Though they all contain eight protons (which defines them as oxygen), their neutron count makes them distinct. These distinctions are crucial in scientific studies, as they can affect chemical behavior and physical properties. In processes like gaseous diffusion, the tiny differences in mass due to isotopes are enough to separate them effectively. This subtle difference is what allows industries to exploit isotopic separations for various applications.

Molar Mass Calculation

Calculating the molar mass of any molecular compound is central to predicting its chemical behavior. For carbon monoxide isotopes like \(^{12}\text{C}^{16}\text{O}\), molar mass calculations involve adding the atomic masses of carbon and the specific oxygen isotope:

• \(^{12}\text{C}^{16}\text{O}: 12 \text{u} + 16 \text{u} = 28 \text{u}\)
• \(^{12}\text{C}^{17}\text{O}: 12 \text{u} + 17 \text{u} = 29 \text{u}\)
• \(^{12}\text{C}^{18}\text{O}: 12 \text{u} + 18 \text{u} = 30 \text{u}\)

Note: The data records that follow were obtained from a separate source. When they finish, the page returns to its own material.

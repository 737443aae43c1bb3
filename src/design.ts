// Runs every stage of the pipeline and keeps each seam and every diagnostic, so a caller can stop
// at or dump any stage. Pure: text in, artifacts out; the CLI does the file I/O.
import type { Diagnostic } from './diagnostics.js';
import type { Artifact, BoardGeometry, IdealSolution, PhysicalDesign, ResponseSet, Spec } from './seams.js';
import { parseSpec, type Presets } from './spec/index.js';
import { solveSingleStub } from './solve/index.js';
import { planJunction, realize, sizeLines, type JunctionPlan, type SizedLines } from './physical/realize.js';
import { sweep } from './analysis/sweep.js';
import { layoutStubMatch, type StubLayoutInput } from './geometry/index.js';
import { writeArtifacts } from './writers/index.js';

export interface DesignRun {
  readonly spec: Spec;
  readonly lines: SizedLines;
  readonly junction: JunctionPlan;
  readonly ideal: IdealSolution;
  readonly physical: PhysicalDesign;
  readonly response: ResponseSet;
  readonly geometry: BoardGeometry;
  readonly artifacts: readonly Artifact[];
  readonly diagnostics: readonly Diagnostic[];
}

export interface DesignOptions {
  /** Written into the artwork's generation attributes. */
  readonly version: string;
}

export function design(spec: Spec, options: DesignOptions, parseDiagnostics: readonly Diagnostic[] = []): DesignRun {
  const lines = sizeLines(spec);
  const stubCount = spec.style === 'balanced' ? 2 : 1;
  const junction = planJunction(spec, lines, stubCount);
  const ideal = solveSingleStub({
    load: spec.load,
    target: junction.targetAtJunction,
    lineZ0: spec.lineZ0,
    stubZ0: spec.stubZ0,
    style: spec.style,
  });
  const physical = realize(spec, lines, ideal.alreadyMatched ? planJunction(spec, lines, 0) : junction, ideal);
  const response = sweep(spec, physical);
  const geometry = layoutStubMatch(layoutInputOf(spec, physical));
  const diagnostics = [...parseDiagnostics, ...physical.diagnostics];
  const artifacts = writeArtifacts({ spec, ideal, physical, response, geometry, diagnostics, version: options.version });
  return { spec, lines, junction, ideal, physical, response, geometry, artifacts, diagnostics };
}

/** Parse a spec file's text and run the whole pipeline on it. */
export function designFromText(text: string, presets: Presets, options: DesignOptions, sourceName?: string): DesignRun {
  const parsed = parseSpec(text, presets, sourceName);
  return design(parsed.spec, options, parsed.diagnostics);
}

/** The copper dimensions the physical stage chose, handed to the geometry stage. */
export function layoutInputOf(spec: Spec, physical: PhysicalDesign): StubLayoutInput {
  const c = physical.copper;
  return {
    seriesWidth: c.seriesWidth,
    seriesLength: c.seriesLength,
    leadLength: c.leadLength,
    stubWidth: c.stubWidth,
    stubLength: c.stubLength,
    stubSides: physical.stubSides,
    termination: c.termination,
    ...(c.vias ? { via: { drill: c.vias.drill, pad: c.vias.pad, count: c.vias.count, pitch: viaPitch(spec) } } : {}),
    ...(spec.area ? { area: spec.area } : {}),
    keepouts: spec.keepouts,
  };
}

/** Vias in a row sit one pad apart plus the minimum space between drills' pads (common practice, no source). */
const viaPitch = (spec: Spec): number => spec.fab.viaPad + spec.fab.minSpace;
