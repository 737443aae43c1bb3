// The typed seams between pipeline stages. Every seam is plain, read-only and JSON-serialisable
// (no classes, no functions); unions carry a `kind` tag. SI units throughout: m, Hz, Ω, S, rad.
import type { Complex } from './math/complex.js';
import type { Diagnostic } from './diagnostics.js';

// ───────────────────────────── spec ─────────────────────────────

export interface Substrate {
  /** Preset name it came from, if any. */
  readonly preset?: string;
  readonly er: number;
  /** Dielectric height h (m). */
  readonly height: number;
  /** Strip thickness t (m); 0 selects the zero-thickness model. */
  readonly copper: number;
  readonly tanDelta: number;
  /** RMS surface roughness (m). */
  readonly roughness: number;
  /** Conductor conductivity (S/m). */
  readonly conductivity: number;
}

export interface FabRules {
  readonly minTrace: number;
  readonly minSpace: number;
  readonly viaDrill: number;
  readonly viaPad: number;
  readonly minAnnularRing: number;
  readonly copperToEdge: number;
  readonly viasPerStub: number;
}

export type Point = readonly [number, number];

export type Region =
  | { readonly kind: 'rect'; readonly x: readonly [number, number]; readonly y: readonly [number, number] }
  | { readonly kind: 'polygon'; readonly points: readonly Point[] }
  | { readonly kind: 'circle'; readonly center: Point; readonly radius: number };

/** Local section frame → board frame: p_board = (x, y) + R(rotationDeg) · (mirror ? (px, −py) : p). */
export interface Placement {
  readonly x: number;
  readonly y: number;
  readonly rotationDeg: number;
  readonly mirror: boolean;
}

export type StubChoice = 'open' | 'short' | 'best';
export type StubStyle = 'single' | 'balanced';
export type Termination = 'open' | 'short';

export interface ToleranceSpec {
  /** Etched width spread (m), the same for every line. */
  readonly width: number;
  readonly erFraction: number;
  readonly heightFraction: number;
  readonly copperFraction: number;
  /** Number of runs; 0 turns the check off. */
  readonly runs: number;
  readonly seed: number;
}

export interface Spec {
  readonly name: string;
  readonly frequency: number;
  readonly load: Complex;
  readonly target: Complex;
  readonly lineZ0: number;
  readonly stubZ0: number;
  readonly stub: StubChoice;
  readonly style: StubStyle;
  readonly stubSide: 'left' | 'right';
  readonly substrate: Substrate;
  readonly fab: FabRules;
  /** Straight line lengths at the load and source ports (m). */
  readonly leads: { readonly load: number; readonly source: number };
  /** Where the section lands on the board (m, degrees): mirror about its own x axis, rotate counter-clockwise, then move the load plane centre to (x, y). */
  readonly place: Placement;
  readonly area?: Region;
  readonly keepouts: readonly Region[];
  readonly clearance: number;
  /** Optional sweep band for verification (Hz). */
  readonly sweep: { readonly start: number; readonly stop: number; readonly points: number };
  /** Fabrication spread for the Monte-Carlo check: uniform within ± each value. */
  readonly tolerance: ToleranceSpec;
  /** Keys that were not in the file and took their default value, as JSON paths. */
  readonly defaulted: readonly string[];
}

// ───────────────────────────── ideal solution ─────────────────────────────

export interface StubSolution {
  /** Distance load → stub, in wavelengths of the series line, in [0, 0.5). */
  readonly positionWl: number;
  /** Stub length in wavelengths of the stub line, in [0, 0.5). Per stub for balanced style. */
  readonly stubWl: number;
  readonly termination: Termination;
  readonly style: StubStyle;
  /** Which root of the position quadratic (1 or 2), stable across terminations. */
  readonly branch: 1 | 2;
  /** Susceptance all stubs together add, normalised to the series line's Y0. */
  readonly stubSusceptance: number;
  /** |Γ| of the ideal network against the target after re-substitution. */
  readonly residualGamma: number;
}

export interface IdealSolution {
  readonly alreadyMatched: boolean;
  /** Every branch, ranked: shortest stub first, then shorter series line. */
  readonly solutions: readonly StubSolution[];
}

// ───────────────────────────── physical design ─────────────────────────────

/** What a transmission-line model answers for one width, substrate and frequency. */
export interface LineProperties {
  readonly width: number;
  readonly frequency: number;
  /** Characteristic impedance at frequency (Ω). */
  readonly z0: number;
  readonly z0Static: number;
  readonly epsEff: number;
  readonly epsEffStatic: number;
  /** Guided wavelength at frequency (m). */
  readonly wavelength: number;
  /** Attenuation constants (Np/m). */
  readonly alphaConductor: number;
  readonly alphaDielectric: number;
  /** Phase constant (rad/m). */
  readonly beta: number;
  readonly warnings: readonly Diagnostic[];
}

export interface Correction {
  /** Model that caused it, with its source, e.g. "open end (Kirschning-Jansen-Koster 1981)". */
  readonly model: string;
  /** Change applied to the physical length (m); negative shortens. */
  readonly delta: number;
}

export type SectionRole = 'series' | 'stub' | 'lead-load' | 'lead-source';

export interface Section {
  readonly role: SectionRole;
  readonly width: number;
  readonly z0: number;
  readonly epsEff: number;
  readonly wavelength: number;
  /** Ideal electrical length (wavelengths). */
  readonly electricalWl: number;
  /** Ideal length = electricalWl × wavelength (m). */
  readonly idealLength: number;
  /** Copper length drawn (m), after corrections: for the stub, from the series line's edge to its end. */
  readonly length: number;
  readonly corrections: readonly Correction[];
}

export interface ViaSpec {
  readonly drill: number;
  readonly pad: number;
  readonly count: number;
  /** Centre-to-centre distance of the vias in a row (m). */
  readonly pitch: number;
  readonly inductance: number;
}

/** Copper dimensions of a match as drawn (m): what the geometry stage and the network model share. */
export interface MatchCopper {
  readonly seriesWidth: number;
  readonly stubWidth: number;
  /** Load reference plane → stub centre-line. */
  readonly seriesLength: number;
  /** Series line edge → open end, or → via centre for a short stub. */
  readonly stubLength: number;
  /** Stub centre-line → source reference plane. */
  readonly leadLength: number;
  readonly termination: Termination;
  /** 0 when the load is already matched (a plain line), 1 single stub, 2 balanced stubs. */
  readonly stubCount: 0 | 1 | 2;
  /** Ground vias at each short stub's end: a row of `count`, `pitch` apart centre to centre. */
  readonly vias?: { readonly drill: number; readonly pad: number; readonly count: number; readonly pitch: number };
  /**
   * Mitred 90° bends of a folded stub: how many each stub turns through, and each bend's electrical
   * length beyond its centre-line (m; negative: shorter). Absent for a straight stub.
   */
  readonly bends?: { readonly count: number; readonly lengthEach: number };
}

export interface PhysicalDesign {
  readonly frequency: number;
  readonly substrate: Substrate;
  readonly solution: StubSolution;
  /** Target impedance moved back through the source lead to the junction. */
  readonly targetAtJunction: Complex;
  readonly sections: readonly Section[];
  readonly copper: MatchCopper;
  readonly stubSides: readonly ('left' | 'right')[];
  readonly via?: ViaSpec;
  /** |S11| at f0 of the physical network model against the target (dB). */
  readonly s11DbAtF0: number;
  readonly diagnostics: readonly Diagnostic[];
}

// ───────────────────────────── verification ─────────────────────────────

export interface ResponseSet {
  readonly frequencies: readonly number[];
  /** S11 at the source port against the target, of the ideal network. */
  readonly ideal: readonly Complex[];
  /** S11 of the physical network (dispersion, loss, discontinuities). */
  readonly physical: readonly Complex[];
  readonly s11DbAtF0: number;
  /** Band (Hz) where return loss of the physical network ≥ 10 dB, around f0; null when none. */
  readonly band10dB: { readonly low: number; readonly high: number } | null;
  /** Monte-Carlo spread of the physical network over the fabrication tolerances; null when off. */
  readonly tolerance: ToleranceResult | null;
  /** The same copper drawn as a lossless zero-thickness sheet; null when the stackup's copper is zero-thickness. */
  readonly sheetEquivalent: SheetEquivalent | null;
}

/** Where an EM model of the artwork with zero-thickness copper should put the return-loss minimum. */
export interface SheetEquivalent {
  readonly minimumFrequency: number;
  /** (minimumFrequency − f0)/f0. */
  readonly offset: number;
}

export interface ToleranceResult {
  readonly runs: number;
  readonly seed: number;
  /** |S11| at f0 (dB) over the runs: median, 95th percentile and worst. */
  readonly s11DbAtF0: { readonly median: number; readonly p95: number; readonly worst: number };
  /** Frequency of the |S11| minimum over the runs (Hz): 5th and 95th percentile. */
  readonly minimumFrequency: { readonly p5: number; readonly p95: number };
  /** Share of runs whose return loss at f0 is at least 10 dB. */
  readonly yield10dB: number;
  /** Per-frequency 95th-percentile |S11| (dB) on `frequencies`. */
  readonly frequencies: readonly number[];
  readonly envelopeP95Db: readonly number[];
}

// ───────────────────────────── geometry ─────────────────────────────

/** A closed ring, counter-clockwise for outer rings, no repeated closing point (m). */
export type Ring = readonly Point[];

export interface CopperIsland {
  readonly id: string;
  readonly outline: Ring;
  readonly holes: readonly Ring[];
}

export interface Via {
  readonly x: number;
  readonly y: number;
  readonly drill: number;
  readonly pad: number;
}

export interface Port {
  readonly role: 'load' | 'source';
  readonly x: number;
  readonly y: number;
  /** Direction from the reference plane into the network, degrees (0 = +x, 90 = +y). */
  readonly directionDeg: number;
  readonly width: number;
}

export interface Feature {
  /** Stable id: `series`, `stub`, `stub-2`, `lead-load`, `lead-source`, `via-1` … */
  readonly id: string;
  readonly kind: 'line' | 'stub' | 'lead' | 'pad';
  /** Axis-aligned rectangle of the feature before union, in the section's own frame, before placement (m). */
  readonly rect: { readonly xmin: number; readonly ymin: number; readonly xmax: number; readonly ymax: number };
  /** Length along the feature's axis and its width (m), for dimensions. */
  readonly length: number;
  readonly width: number;
  /** The feature's copper before union in board coordinates (after folding and placement), counter-clockwise. */
  readonly outline?: Ring;
  /** Centre-line from start to end in board coordinates, for dimensions (lines, leads, stub segments). */
  readonly path?: readonly Point[];
}

export interface Bounds {
  readonly xmin: number;
  readonly ymin: number;
  readonly xmax: number;
  readonly ymax: number;
}

export interface BoardGeometry {
  readonly copper: readonly CopperIsland[];
  readonly vias: readonly Via[];
  readonly ports: readonly Port[];
  readonly features: readonly Feature[];
  readonly area?: Region;
  readonly keepouts: readonly Region[];
  readonly bounds: Bounds;
  /** The transform from the section's own frame (feature rects) to the board frame; absent = identity. */
  readonly placement?: Placement;
}

// ───────────────────────────── writers ─────────────────────────────

export interface Artifact {
  /** Path relative to the output folder. */
  readonly path: string;
  readonly mediaType: string;
  readonly text: string;
}
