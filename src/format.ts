// The one number formatter behind every writer and printout: fixed decimals, no "-0", no exponent.
export function fixed(value: number, decimals: number): string {
  if (!Number.isFinite(value)) throw new RangeError(`cannot format non-finite number ${value}`);
  const text = value.toFixed(decimals);
  // toFixed switches to exponent form at 1e21; such values never occur in board coordinates.
  if (/e/i.test(text)) throw new RangeError(`number ${value} is out of range for fixed formatting`);
  return /^-0(\.0*)?$/.test(text) ? text.slice(1) : text;
}

/** Fixed decimals with trailing zeros (and a bare trailing point) removed: 1.500 → "1.5", 2.000 → "2". */
export function trimmed(value: number, decimals: number): string {
  const text = fixed(value, decimals);
  return text.includes('.') ? text.replace(/0+$/, '').replace(/\.$/, '') : text;
}

/** Gigahertz from hertz, trimmed, with its unit: 5.8 GHz. */
export const ghz = (hz: number): string => `${trimmed(hz / 1e9, 6)} GHz`;

/** A fraction as a signed percentage with two decimals: -0.0140 → "-1.40 %", 0.003 → "+0.30 %". */
export const signedPercent = (fraction: number): string => `${fraction >= 0 ? '+' : ''}${fixed(fraction * 100, 2)} %`;

/** Millimetres from metres, trimmed. */
export const mm = (metres: number, decimals = 3): string => trimmed(metres * 1e3, decimals);

/** The trade's complex notation: 22-j31, 50, 12.5+j4. */
export function impedanceText(re: number, im: number, decimals = 2): string {
  const r = trimmed(re, decimals);
  const i = trimmed(Math.abs(im), decimals);
  if (i === '0') return r;
  return `${r}${im < 0 ? '-' : '+'}j${i}`;
}

/**
 * A model's |S11| in dB for a person to read. A solve that converged leaves a residual at the
 * level of floating-point noise (−200 to −300 dB); printing that figure would suggest a precision
 * no model has, so anything below −100 dB reads as "below -100 dB".
 */
export const modelS11Text = (db: number): string => (db < -100 ? 'below -100 dB' : `${fixed(db, 1)} dB`);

Precise molar mass calculations are pivotal for applying Graham's Law, as they dictate how fast each isotope will effuse. A slight change in molar mass leads to noticeable differences in behavior during diffusion processes, allowing us to separate isotopes effectively.

Gaseous Diffusion

Gaseous diffusion is a technique used to separate gas molecules based on differences in their movement rate through a porous barrier. It mimics the natural process of effusion, where lighter molecules pass through barriers faster than heavier ones. This is especially important in separating isotopes, which only differ in mass.

• The process exploits Graham's Law to distinguish between competing isotopes/tiny mass differences.
• It is widely used in enriching uranium and separating isotopes in industries.

Despite its effectiveness, gaseous diffusion can be energy-intensive and is affected by the properties of the molecules involved such as size and shape. The diffusion efficiency depends on both the physical setup and the molecular characteristics of the gases considered.